# Benidorm 2008



## 110170 (Feb 25, 2008)

We are also new to the MH scene haveing bought a new one in March.

We are looking at going to spain latter in the year and wondered if you guys could give some help and advise. As it is our first trip abroad we would prefer a fully equiped site:

Were can we get info in english for motorhome sites around benidorm.
What are the typical costs.
Can you book in advance.
What else do we need to know.

Oh yeh, one other thing. What is an aires site?

Many Thanks

Chris B


----------



## 111764 (Apr 29, 2008)

Hi you will have no problem finding a campsite in Benidorm,for example Elraco, Lateretta, vilasole,and a few more, prices differ depending time of year and within walking distance of the new town, a french aires is parking for motorhomes which are more or less all over France, in the summer from March to Nov they usualy cost around 6euro a night and from Nov to March they are free you can also get a guide book to all these aires which are in other european countrys as well hope this helps


----------



## territo (May 1, 2005)

There is a Camperstop ( Spanish Aire) at L'alfas Del Pi near Benidorm, in November last year it was 10 Euros per night with electricity including free wi fi access. It is called Camperstop Costa Blanca, Cami del Alguers.


----------



## jch07 (Sep 28, 2007)

Hi Chris,

We visited Benidorm last year in our m'home to check out a site where my mam and dad now live part of the year. Camping Villa Mar is very nice and 'regimented', but placed on just he outskirts of Benidorm (but also near to El Raco and the others). No dogs though. It's on the way to Albir which is very nice too.

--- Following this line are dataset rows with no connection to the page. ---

"""Invented inputs for the report, evidence, guarantee and monthly tests.

A two-inverter site, a ``perfcheck check`` result of the documented shape and an aligned frame
built from a crude clear-sky day shape. All numbers are invented (synthetic, not a real plant).
"""

from __future__ import annotations

import numpy as np
import pandas as pd

SITE_TOML = """\
[site]
name = "Hollowmere test array"
latitude_deg = 47.5
longitude_deg = 9.3
altitude_m = 420
timezone = "Europe/Zurich"
commissioned = 2024-04-01
inbox = "inbox/*.csv"
""" + "".join(f"""
[[inverters]]
id = "{inv}"
ac_kw = 50
[[inverters.arrays]]
dc_kwp = 60
tilt_deg = 25
azimuth_deg = 180
gamma_pct_per_c = -0.37
strings = 10
""" for inv in ("INV1", "INV2")) + """
[[loggers]]
name = "box"
match = "box_*.csv"
interval_min = 15
[loggers.time]
columns = ["time"]
kind = "iso"
[[loggers.columns]]
name = "p1"
quantity = "ac_power"
unit = "W"
inverter = "INV1"
"""

GUARANTEES_TOML = """
[guarantees]
confidence = 0.95
price_per_kwh = 0.10
currency = "EUR"

[guarantees.performance]
metric = "pr_temp_corrected"
yearly = [0.80, 0.795]
availability = 0.98

[guarantees.module_warranty]
first_year_loss_pct = 2.0
yearly_loss_pct = 0.55
"""


def checked(site, result: dict) -> dict:
    """The result with its guarantee findings, as ``perfcheck check`` adds them."""
    from perfcheck import guarantees

    result["guarantees"] = guarantees.evaluate(site, result)
    return result


def rendered_example(tmp):
    """Site and output paths of the example check rendered into ``tmp/out`` (no database)."""
    from perfcheck import report

    site = write_site(tmp)
    paths = report.render(site, checked(site, example_check()), example_aligned(),
                          {"files": [], "flags": []}, tmp / "out")
    return site, paths


def write_site(tmp_path, extra: str = GUARANTEES_TOML):
    from perfcheck.site import load_site

    path = tmp_path / "site.toml"
    path.write_text(SITE_TOML + extra, encoding="utf-8")
    return load_site(path)


def example_aligned(start="2025-06-01", days=30, step_min=15, seed=3) -> pd.DataFrame:
    """Two inverters; INV2 loses a third of its output from day 12 to day 18; rain on day 20."""
    rng = np.random.default_rng(seed)
    ts = pd.date_range(start, periods=days * 24 * 60 // step_min, freq=f"{step_min}min", tz="UTC")
    hour = (ts.hour + ts.minute / 60 + 0.5 * step_min / 60).to_numpy()
    elev = np.clip(62 * np.sin(np.pi * (hour - 4.5) / 15), -10, None)
    zen = 90 - elev
    az = 90 + (hour - 4.5) / 15 * 180
    cz = np.cos(np.radians(zen)).clip(0)
    cs = np.where(cz > 0, 1098 * cz * np.exp(-0.059 / np.maximum(cz, 1e-3)), 0)
    cloud = np.repeat(rng.uniform(0.45, 1.0, days), len(ts) // days)
    ghi = cs * cloud
    day = (ts - ts[0]).days.to_numpy()
    rain = np.where((day == 20) & (hour > 3) & (hour < 4), 2.0, 0.0)
    frames = []
    for inv in ("INV1", "INV2"):
        poa = ghi * 1.1
        potential = poa / 1000 * 60e3 * 0.86
        expected = np.minimum(potential, 50e3)
        factor = np.where((inv == "INV2") & (day >= 12) & (day < 18), 0.67, 1.0)
        soil = 1 - 0.002 * np.where(day < 20, day, day - 20)
        measured = expected * factor * soil * rng.normal(1, 0.02, len(ts))
        flags = np.where(rng.uniform(size=len(ts)) < 0.01, "stuck", "")
        frames.append(pd.DataFrame({
            "ts": ts, "inverter_id": inv, "interval_s": step_min * 60.0,
            "measured_ac_w": measured.clip(0), "expected_ac_w": expected,
            "potential_ac_w": potential, "expected_dc_w": potential / 0.96, "poa_wm2": poa,
            "poa_modelled_wm2": poa, "poa_source": "sensor", "ghi_wm2": ghi,
            "clearsky_ghi_wm2": cs, "temp_air_c": 20.0, "wind_speed_ms": 2.0,
            "temp_module_c": 20 + poa / 30, "temp_cell_c": 23 + poa / 30, "rain_mm": rain,
            "sun_zenith_deg": zen, "sun_azimuth_deg": az, "flags": flags,
        }))
    return pd.concat(frames, ignore_index=True)


def _month(month: str, pr: float, epi: float, coverage: float = 0.99) -> dict:
    return {
        "month": month, "start": f"{month}-01T00:00:00+02:00",
        "measured_kwh": 14200.0 * epi, "expected_kwh": 14200.0,
        "irradiation_kwh_m2": 165.0, "yr_h": 165.0, "yf_h": 165.0 * pr,
        "pr": pr, "pr_ci_low": pr - 0.012, "pr_ci_high": pr + 0.012,
        "pr_temp_corrected": pr + 0.03, "pr_temp_corrected_ci_low": pr + 0.017,
        "pr_temp_corrected_ci_high": pr + 0.043,
        "pr_weather_corrected": pr + 0.02, "pr_weather_corrected_ci_low": pr + 0.008,
        "pr_weather_corrected_ci_high": pr + 0.032,
        "epi": epi, "epi_ci_low": epi - 0.01, "epi_ci_high": epi + 0.01,
        "availability": 0.995, "availability_ci_low": 0.99, "availability_ci_high": 0.998,
        "specific_yield_kwh_per_kwp": 165.0 * pr, "coverage": coverage,
    }


def example_check(start="2025-06-01T00:00:00+02:00", end="2025-07-01T00:00:00+02:00") -> dict:
    """A ``perfcheck check`` result of the documented shape, with invented numbers."""
    monthly = [_month("2025-06", 0.781, 0.944)]
    period = dict(monthly[0])
    period.pop("month")
    return {
        "site": {"name": "Hollowmere test array", "dc_kwp": 120.0, "ac_kw": 100.0,
                 "timezone": "Europe/Zurich", "inverters": ["INV1", "INV2"]},
        "period": {"start": start, "end": end},
        "settings": {"min_poa_wm2": 50, "min_coverage": 0.8, "bootstrap_samples": 1000,
                     "seed": 1, "confidence": 0.95},
        "metrics": {"monthly": monthly, "period": period, "daily": []},
        "events": [
            {"kind": "partial_outage", "scope": "inverter:INV2",
             "start": "2025-06-13T00:00:00+02:00", "end": "2025-06-19T00:00:00+02:00",
             "energy_loss_kwh": 412.0, "energy_loss_kwh_low": 360.0,
             "energy_loss_kwh_high": 470.0, "method": "Binary segmentation on the sibling ratio",
             "evidence": {"dc_share_lost": 0.33, "strings_lost": 3.3, "p_value": 1e-6}},
            {"kind": "soiling", "scope": "plant", "start": "2025-06-01T00:00:00+02:00",
             "end": "2025-07-01T00:00:00+02:00", "energy_loss_kwh": 210.0,
             "energy_loss_kwh_low": 170.0, "energy_loss_kwh_high": 250.0,
             "method": "Deceglie, Micheli & Muller 2018 (stochastic rate and recovery)",
             "evidence": {"test": "Theil-Sen slope, Kendall tau (one-sided)",
                          "intervals": [{"from": "2025-06-01", "to": "2025-06-21",
                                         "rate_pct_per_day": -0.2}]},
             "loss_pct_of_expected": 1.5,
             "recoveries": [{"at": "2025-06-21", "cause": "rain", "rain_mm": 8.0}]},
            {"kind": "clipping", "scope": "plant", "start": "2025-06-02T10:00:00+02:00",
             "end": "2025-06-28T15:00:00+02:00", "energy_loss_kwh": 95.0,
             "energy_loss_kwh_low": 90.0, "energy_loss_kwh_high": 100.0,
             "method": "Plateau at the AC limit with unlimited expected power above it",
             "evidence": {"design": True, "dc_ac_ratio": 1.2}},
        ],
        "losses": {"expected_kwh": 14200.0, "measured_kwh": 13404.8,
                   "by_cause_kwh": {"partial_outage": 412.0, "soiling": 210.0,
                                    "clipping": 95.0},
                   "unexplained_kwh": 14200.0 - 13404.8 - 412.0 - 210.0 - 95.0,
                   "soiling_detection_limit": {
                       "loss_pct": 4.1, "daily_sigma_pct": 0.87, "days": 341, "alpha": 1e-3,
                       "washes_known_from_rain": False}},
        "degradation": {"rate_pct_per_year": None, "ci_ci_low": None, "ci_ci_high": None,
                        "method": "year-on-year (Jordan et al. 2018)",
                        "status": "not enough data"},
        "guarantees": [],
        "run": {"tool_version": "0.1.0", "created_at": "2025-07-02T04:00:00+00:00"},
    }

As well as mam and dad, my aunt and uncle are there fore 3 months in their m'home on El Raco I think - with dog. 

Everyone in Benidorm speaks English so you should have no trouble.

If you are travelling down through France you can stop off at many French aires - great value for money and usually very safe.

Thanks JCH07


----------



## Annsman (Nov 8, 2007)

Chris, essential books to buy for the discerning motorhomer!

Caravan Club Europe 1 & 2, (Caravan Club)

All the Aires in France, (Vicarious Books)

Camping Card ACSI 2008, (www.campingcard.com)

Camperstop, (Vicarious Books)

Ohillips Multi Scale Maps Europe 2008, ( Waterstones, etc)

How to win at Scrabble! (W.H.Smiths)

Anything by Charles Dickens, (Waterstones, etc)

Autogas/LPG refuelling stations G.B. (www.go.autogas.com)

Happy vanning!


----------



## Briarose (Oct 9, 2007)

Hi we did our first MH trip in Feb, we intended to head for Spain but ended up in Portugal for a month.

Really loved it and can't wait to do it all again............we didn't use Aires but found the Alan Rodgers guide helped alot with sites open all year etc.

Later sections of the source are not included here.